Geez, is Paul Krugman about to launch a gold bug newsletter, to be published by Bill Bonner, next?
How else to explain this?
He is warning about a developing US debt crisis. He has a decidedly nasty lefty spin to his warning but he sticks to facts in this warning and he is correct to issue the warning.
Take heed.
He writes for The New York Times:
The odds of a self-inflicted US debt crisis now look pretty good: hard-line Republicans are eager to hold the economy hostage, Democrats are in no mood to make concessions, and Trump is both spiteful and ignorant. So it looks fairly likely that by October or so there will come a day when the U.S. government stops paying some of its bills, including interest on debt.-RW
How bad will that be? The truth is that we don’t know; but it may be helpful to talk about *why* we don’t know.
Until now, US debt has played a special role in the world economy, because it is — or was — the ultimate safe asset, the thing people can use to secure transactions with no questions about it retaining its value. In a way, the dollar is to other moneys as money is to other assets, and US dollar debt is the form in which dollars are held with ultimate safety.

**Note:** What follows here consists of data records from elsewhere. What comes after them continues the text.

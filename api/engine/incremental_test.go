package engine_test

import (
	"cmp"
	"context"
	"encoding/json"
	"fmt"
	"math/rand/v2"
	"slices"
	"strings"
	"sync/atomic"
	"testing"
	"time"

	"github.com/deadspace-fhir/deadspace/api/engine"
	"github.com/deadspace-fhir/deadspace/api/engine/enginetest"
	"github.com/deadspace-fhir/deadspace/api/store"
	"github.com/deadspace-fhir/deadspace/api/store/boltstore"
	"github.com/deadspace-fhir/deadspace/derive"
	"github.com/deadspace-fhir/deadspace/fhir/decode"
)

// rangeCounting counts the evaluations (commits) and the reads of a range
// of inputs (copied or scanned in place), which only an evaluation that
// resumed the fall detector makes.
type rangeCounting struct {
	*boltstore.Store
	ranged, commits atomic.Int64
	// wholeLedgers counts the reads of a patient's whole ledger, parts the
	// reads of its entries from a time on, and entriesRead the entries
	// either returned or Entry found.
	wholeLedgers, parts, entriesRead atomic.Int64
}

func (r *rangeCounting) Ledger(ctx context.Context, subject string) ([]store.Entry, error) {
	r.wholeLedgers.Add(1)
	l, err := r.Store.Ledger(ctx, subject)
	r.entriesRead.Add(int64(len(l)))
	return l, err
}

func (r *rangeCounting) EntriesBetween(ctx context.Context, subject string, from, to time.Time, after string, limit int) ([]store.Entry, error) {
	r.parts.Add(1)
	l, err := r.Store.EntriesBetween(ctx, subject, from, to, after, limit)
	r.entriesRead.Add(int64(len(l)))
	return l, err
}

func (r *rangeCounting) Entry(ctx context.Context, series string) (store.Entry, error) {
	en, err := r.Store.Entry(ctx, series)
	if err == nil {
		r.entriesRead.Add(1)
	}
	return en, err
}

func (r *rangeCounting) InputsFrom(ctx context.Context, subject string, from time.Time) ([]store.Input, error) {
	r.ranged.Add(1)
	return r.Store.InputsFrom(ctx, subject, from)
}

func (r *rangeCounting) ScanInputsFrom(ctx context.Context, subject string, from time.Time, fn func(store.InputRow) error) error {
	if !from.IsZero() {
		r.ranged.Add(1)
	}
	return r.Store.ScanInputsFrom(ctx, subject, from, fn)
}

func (r *rangeCounting) Commit(ctx context.Context, c store.Change, now time.Time) error {
	r.commits.Add(1)
	return r.Store.Commit(ctx, c, now)
}

// TestIncrementalAgreesWithReplay: readings arrive roughly in time order,
// some late by minutes and a few by over an hour (a change before the
// saved detector state), and the engine evaluates after every few. Its
// values (falls and rises included, found by a detector resumed from its
// saved state) must be replay's, for several arrival orders.
func TestIncrementalAgreesWithReplay(t *testing.T) {
	t.Parallel()
	items, base, subjects := fallsAndRises()
	agreesWithReplay(t, items, base, subjects, 4, 3)
}

// fallsAndRises is two patients' six hours of end-tidal readings with a
// fall and a rise each (the second's last fall does not end), and four
// blood gases each that come back from the laboratory 20 minutes late.
func fallsAndRises() (items []arrival, base time.Time, subjects []string) {
	base = time.Date(2026, 1, 10, 0, 0, 0, 0, time.UTC)
	add := func(raw json.RawMessage, at time.Duration) { items = append(items, arrival{raw, at}) }
	for p := 1; p <= 2; p++ {
		subj := fmt.Sprintf("Patient/inc%d", p)
		subjects = append(subjects, subj)
		for m := range 6 * 60 {
			at := base.Add(time.Duration(m) * time.Minute)
			v := 37 + float64(m%4)/2
			switch {
			case m >= 100 && m < 130: // a fall
				v = 22 + float64(m%3)/2
			case m >= 200 && m < 215: // a rise
				v = 52 + float64(m%2)
			case p == 2 && m >= 300: // a fall that does not end
				v = 18
			}
			add(obsOf(subj, fmt.Sprintf("inc%d-et%d", p, m), "1", "final", "19891-1", "mm[Hg]", v, at, at.Add(time.Minute)), time.Duration(m)*time.Minute)
		}
		for g, m := range []int{60, 125, 240, 320} {
			at := base.Add(time.Duration(m) * time.Minute)
			// Blood gases come back from the laboratory 20 minutes later.
			add(obsOf(subj, fmt.Sprintf("inc%d-gas%d", p, g), "1", "final", "2019-8", "mm[Hg]", 40+float64(g), at, at.Add(20*time.Minute)), time.Duration(m+20)*time.Minute)
		}
	}
	return items, base, subjects
}

// TestIncrementalAgreesWithReplayDuringOpenEpisodes: the detector's saved
// state holds an open episode, its level and a candidate opened against
// that level; resumed from it, the live engine must find the further fall,
// the rise and the fall below the baseline that replay finds.
func TestIncrementalAgreesWithReplayDuringOpenEpisodes(t *testing.T) {
	t.Parallel()
	items, base, subjects := changesDuringOpenEpisodes()
	agreesWithReplay(t, items, base, subjects, 4, 3)
}

// changesDuringOpenEpisodes is one patient's six hours of end-tidal
// readings: 38, a fall to a level of 29 that never recovers, a fall to 2
// from it (a disconnection), back to 29, a rise to 45 that never recovers,
// a single reading of 20, then a fall to 20, below the baseline of the
// rise; and three blood gases 20 minutes late. The values are invented.
func changesDuringOpenEpisodes() (items []arrival, base time.Time, subjects []string) {
	base = time.Date(2026, 1, 11, 0, 0, 0, 0, time.UTC)
	add := func(raw json.RawMessage, at time.Duration) { items = append(items, arrival{raw, at}) }
	const subj = "Patient/open1"
	for m := range 6 * 60 {
		at := base.Add(time.Duration(m) * time.Minute)
		v := 37.5 + float64(m%3)/2
		switch {
		case m >= 60 && m < 210:
			v = 29 + float64(m%2)/2
		case m >= 210 && m < 225:
			v = 2
		case m >= 225 && m < 285:
			v = 29
		case m == 300:
			v = 20
		case m >= 285 && m < 330:
			v = 45 + float64(m%2)
		case m >= 330:
			v = 20
		}
		add(obsOf(subj, fmt.Sprintf("open1-et%d", m), "1", "final", "19891-1", "mm[Hg]", v, at, at.Add(time.Minute)), time.Duration(m)*time.Minute)
	}
	for g, m := range []int{90, 240, 310} {
		at := base.Add(time.Duration(m) * time.Minute)
		add(obsOf(subj, fmt.Sprintf("open1-gas%d", g), "1", "final", "2019-8", "mm[Hg]", 42+float64(g), at, at.Add(20*time.Minute)), time.Duration(m+20)*time.Minute)
	}
	return items, base, []string{subj}
}

// arrival is one resource and when it reaches the service.
type arrival struct {
	raw     json.RawMessage
	arrival time.Duration
}

// agreesWithReplay feeds items to the live engine in several arrival
// orders (each item delayed by up to ten minutes, one in sixty by an hour
// and a half more), evaluating after every few, and compares the values
// recorded for subjects with replay's. minFalls is how many falls and
// rises replay must find, so the detector is exercised.
func agreesWithReplay(t *testing.T, items []arrival, base time.Time, subjects []string, minFalls int, seeds uint64) {
	t.Helper()
	for seed := range seeds {
		t.Run(fmt.Sprint("order ", seed), func(t *testing.T) {
			t.Parallel()
			stream := arrivalOrder(items, seed)
			bs := enginetest.OpenStore(t, boltstore.Options{NoSync: true})
			st := &rangeCounting{Store: bs}
			enc := enginetest.Encoder(t)
			eng, err := engine.New(engine.Config{
				Store: st, Decoder: decode.New(decode.Options{}), Encoder: enc, Derive: derive.DefaultConfig(),
				Now: func() time.Time { return base.Add(8 * time.Hour) },
			})
			if err != nil {
				t.Fatal(err)
			}
			ctx := context.Background()
			for from := 0; from < len(stream); from += 9 {
				if _, err := eng.Ingest(ctx, "test", stream[from:min(from+9, len(stream))]); err != nil {
					t.Fatal(err)
				}
				if err := eng.EvaluateNow(ctx); err != nil {
					t.Fatal(err)
				}
			}
			parts, wholes := st.parts.Load(), st.wholeLedgers.Load()
			n := sameAsReplay(t, eng, stream, base, subjects, minFalls)
			// The test means something only if most evaluations resumed
			// and read only the part of the ledger they can change.
			if r, c := st.ranged.Load(), st.commits.Load(); 10*r < 8*c {
				t.Errorf("%d of %d evaluations read a range of inputs: the detector's state was hardly used", r, c)
			}
			if c := st.commits.Load(); 10*parts < 7*c {
				t.Errorf("%d of %d evaluations read part of the ledger", parts, c)
			}
			t.Logf("%d values agree; %d of %d evaluations read a range of inputs, %d part of the ledger, %d the whole", n, st.ranged.Load(), st.commits.Load(), parts, wholes)
		})
	}
}

// arrivalOrder is the resources of items in an order of their arrival:
// each delayed by up to ten minutes, one in sixty by an hour and a half
// more, drawn from seed.
func arrivalOrder(items []arrival, seed uint64) []json.RawMessage {
	rng := rand.New(rand.NewPCG(seed, 7))
	order := slices.Clone(items)
	for i := range order {
		order[i].arrival += time.Duration(rng.IntN(10)) * time.Minute
		if rng.IntN(60) == 0 {
			order[i].arrival += 90 * time.Minute // very late
		}
	}
	slices.SortStableFunc(order, func(a, b arrival) int { return cmp.Compare(a.arrival, b.arrival) })
	var stream []json.RawMessage
	for _, it := range order {
		stream = append(stream, it.raw)
	}
	return stream
}

// sameAsReplay compares the values eng recorded for subjects with what
// replay finds in stream (eng.Compute), and returns how many agree.
// minFalls is how many falls and rises replay must find, so the detector
// is exercised.
func sameAsReplay(t *testing.T, eng *engine.Engine, stream []json.RawMessage, base time.Time, subjects []string, minFalls int) int {
	t.Helper()
	ctx := context.Background()
	var live []json.RawMessage
	for _, subject := range subjects {
		recs, err := eng.Derivations(ctx, subject, time.Time{}, base.Add(24*time.Hour), "", 1000)
		if err != nil {
			t.Fatal(err)
		}
		for _, r := range recs {
			live = append(live, r.Payload.Observation)
		}
	}
	rep, err := eng.Compute(ctx, stream)
	if err != nil {
		t.Fatal(err)
	}
	var replayed []json.RawMessage
	falls := 0
	for _, r := range rep.Results {
		if r.Fall != nil {
			falls++
		}
		for _, o := range r.Bundle.Observations {
			raw, err := json.Marshal(o)
			if err != nil {
				t.Fatal(err)
			}
			replayed = append(replayed, raw)
		}
	}
	if falls < minFalls {
		t.Fatalf("replay found %d falls and rises; the stream should give at least %d", falls, minFalls)
	}
	got, want := valuesOfObservations(t, live), valuesOfObservations(t, replayed)
	for series, w := range want {
		if g, ok := got[series]; !ok || g != w {
			t.Errorf("series %s: live %+v (present %v), replay %+v", series, g, ok, w)
		}
	}
	for series, g := range got {
		if _, ok := want[series]; !ok {
			t.Errorf("the live engine has series %s (key %s), replay has not", series, g.key)
		}
	}
	return len(want)
}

Taking away that role could be very nasty...
Suppose that everyone expected normal payments to resume, with back interest, in a couple of weeks. In that case, even a slight discount on, say, Treasury bills would make them a very good investment — so speculators would basically step in and support the value of U.S. debt despite temporary default. In that case default might not be that big a deal.

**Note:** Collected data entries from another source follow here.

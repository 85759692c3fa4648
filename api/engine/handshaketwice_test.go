package engine_test

import (
	"context"
	"sync/atomic"
	"testing"
	"time"

	"github.com/deadspace-fhir/deadspace/api/engine"
	"github.com/deadspace-fhir/deadspace/fhir/notify"
)

// A handshake delivered twice (the server retried it: the first answer
// was slow or lost) after the new numbering's first events arrived is no
// restart: it counts 0 events as the first did, and the events 1 to 3
// seen since are not lost. Today the second handshake sets the highest
// event seen back to 0, so event 4 looks as if it skipped events 1 to 3:
// a gap is counted (deadspace_subscription_gaps_total, whose alert fires)
// and caught up although nothing was missed.
func TestHandshakeDeliveredTwiceIsNoGap(t *testing.T) {
	r := newWriteRig(t, 0)
	var gaps atomic.Int32
	r.hooks.Gap = func() { gaps.Add(1) }
	r.open()
	ctx, cancel := context.WithCancel(context.Background())
	done := make(chan struct{})
	go func() {
		defer close(done)
		_ = r.eng.Run(ctx)
	}()
	t.Cleanup(func() {
		cancel()
		<-done
	})
	const sub = "Subscription/hs1"
	handshake := notify.Notification{Subscription: sub, Type: notify.TypeHandshake, HasEventsSinceStart: true, EventsSinceStart: 0}
	event := func(n uint64) notify.Notification {
		return notify.Notification{Subscription: sub, Type: notify.TypeEvent, Events: []notify.Event{{Number: n}}}
	}
	for _, n := range []notify.Notification{handshake, event(1), event(2), event(3), handshake, event(4), event(5)} {
		if err := r.eng.Notified(context.Background(), n); err != nil {
			t.Fatal(err)
		}
	}
	time.Sleep(engine.DefaultGapGrace + 2*time.Second)
	if n := gaps.Load(); n != 0 {
		t.Errorf("%d gaps counted for events 1 to 5 all received, with the handshake delivered twice; want none", n)
	}
}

The big problem would come if investors see the default as more than a temporary glitch — if they see it as a sign of enduring, critical dysfunction in American governance. In that case they wouldn’t necessarily step in to buy our debt, and their confidence in the whole economic edifice would take a severe hit.
But of course that’s implausible. To see default by a basically solvent government as more than a mere glitch, you’d have to believe that we have an unbridgeable partisan divide, with one party largely dominated by extremists, and with a president who is ignorant, incompetent, and vindictive.
Oh, wait.
He got it half right when he said one party is dominated by extremists.